| mlr_pipeops_preproc_torch | R Documentation |
This PipeOp can be used to preprocess (one or more) lazy_tensor columns contained in an mlr3::Task.
The preprocessing function is specified as construction argument fn and additional arguments to this
function can be defined through the PipeOp's parameter set.
The preprocessing is done per column, i.e. the number of lazy tensor output columns is equal
to the number of lazy tensor input columns.
To create custom preprocessing PipeOps you can use pipeop_preproc_torch.
In addition to specifying the construction arguments, you can overwrite the private .shapes_out() method.

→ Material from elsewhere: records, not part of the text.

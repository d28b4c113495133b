//! Command-line overrides of a scenario's `[alarms]` table (docs/scenario.md).

use crate::scenario::{BoundName, Scenario, ScenarioError};
use clap::Args;

/// Alarm thresholds given on the command line; each replaces the scenario's `[alarms]` key.
#[derive(Args, Debug, Clone, Default)]
pub struct AlarmArgs {
    /// Raise the QBER alarm when a basis's upper bound reaches PCT percent (`alarms.qber_ceiling_pct`;
    /// default 11.0028, the Shor-Preskill zero).
    #[arg(long, value_name = "PCT")]
    pub qber_ceiling: Option<f64>,
    /// One-sided ε of the QBER alarm's bound (`alarms.epsilon`; default 1e-10).
    #[arg(long, value_name = "EPS")]
    pub alarm_epsilon: Option<f64>,
    /// Bound the QBER alarm uses: wilson or hoeffding (`alarms.bound`; default wilson).
    #[arg(long, value_name = "KIND", value_parser = parse_bound)]
    pub alarm_bound: Option<BoundName>,
}

fn parse_bound(s: &str) -> Result<BoundName, String> {
    match s {
        "wilson" => Ok(BoundName::Wilson),
        "hoeffding" => Ok(BoundName::Hoeffding),
        _ => Err(format!("expected wilson or hoeffding, got {s:?}")),
    }
}

impl AlarmArgs {
    /// Write the overrides into `s` and check them; errors name the option's key.
    pub fn apply(&self, s: &mut Scenario) -> Result<(), ScenarioError> {
        let a = &mut s.alarms;
        if let Some(v) = self.qber_ceiling {
            a.qber_ceiling_pct = v;
        }
        if let Some(v) = self.alarm_epsilon {
            a.epsilon = v;
        }
        if let Some(v) = self.alarm_bound {
            a.bound = v;
        }
        s.alarm_config().map(|_| ()).map_err(|e| ScenarioError {
            source: "command line".into(),
            ..e
        })
    }
}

If you don't overwrite it, the output shapes are assumed to be unknown (NULL).
.shapes_out(shapes_in, param_vals, task)
(list(), list(), TaskorNULL) -> list()\cr This private method calculates the output shapes of the lazy tensor columns that are created from applying the preprocessing function with the provided parameter values (param_vals). The taskis very rarely needed, but if it is it should be checked that it is notNULL'.
This private method only has the responsibility to calculate the output shapes for one input column, i.e. the
input shapes_in can be assumed to have exactly one shape vector for which it must calculate the output shapes
and return it as a list() of length 1.
It can also be assumed that the shape is not NULL (i.e. unknown).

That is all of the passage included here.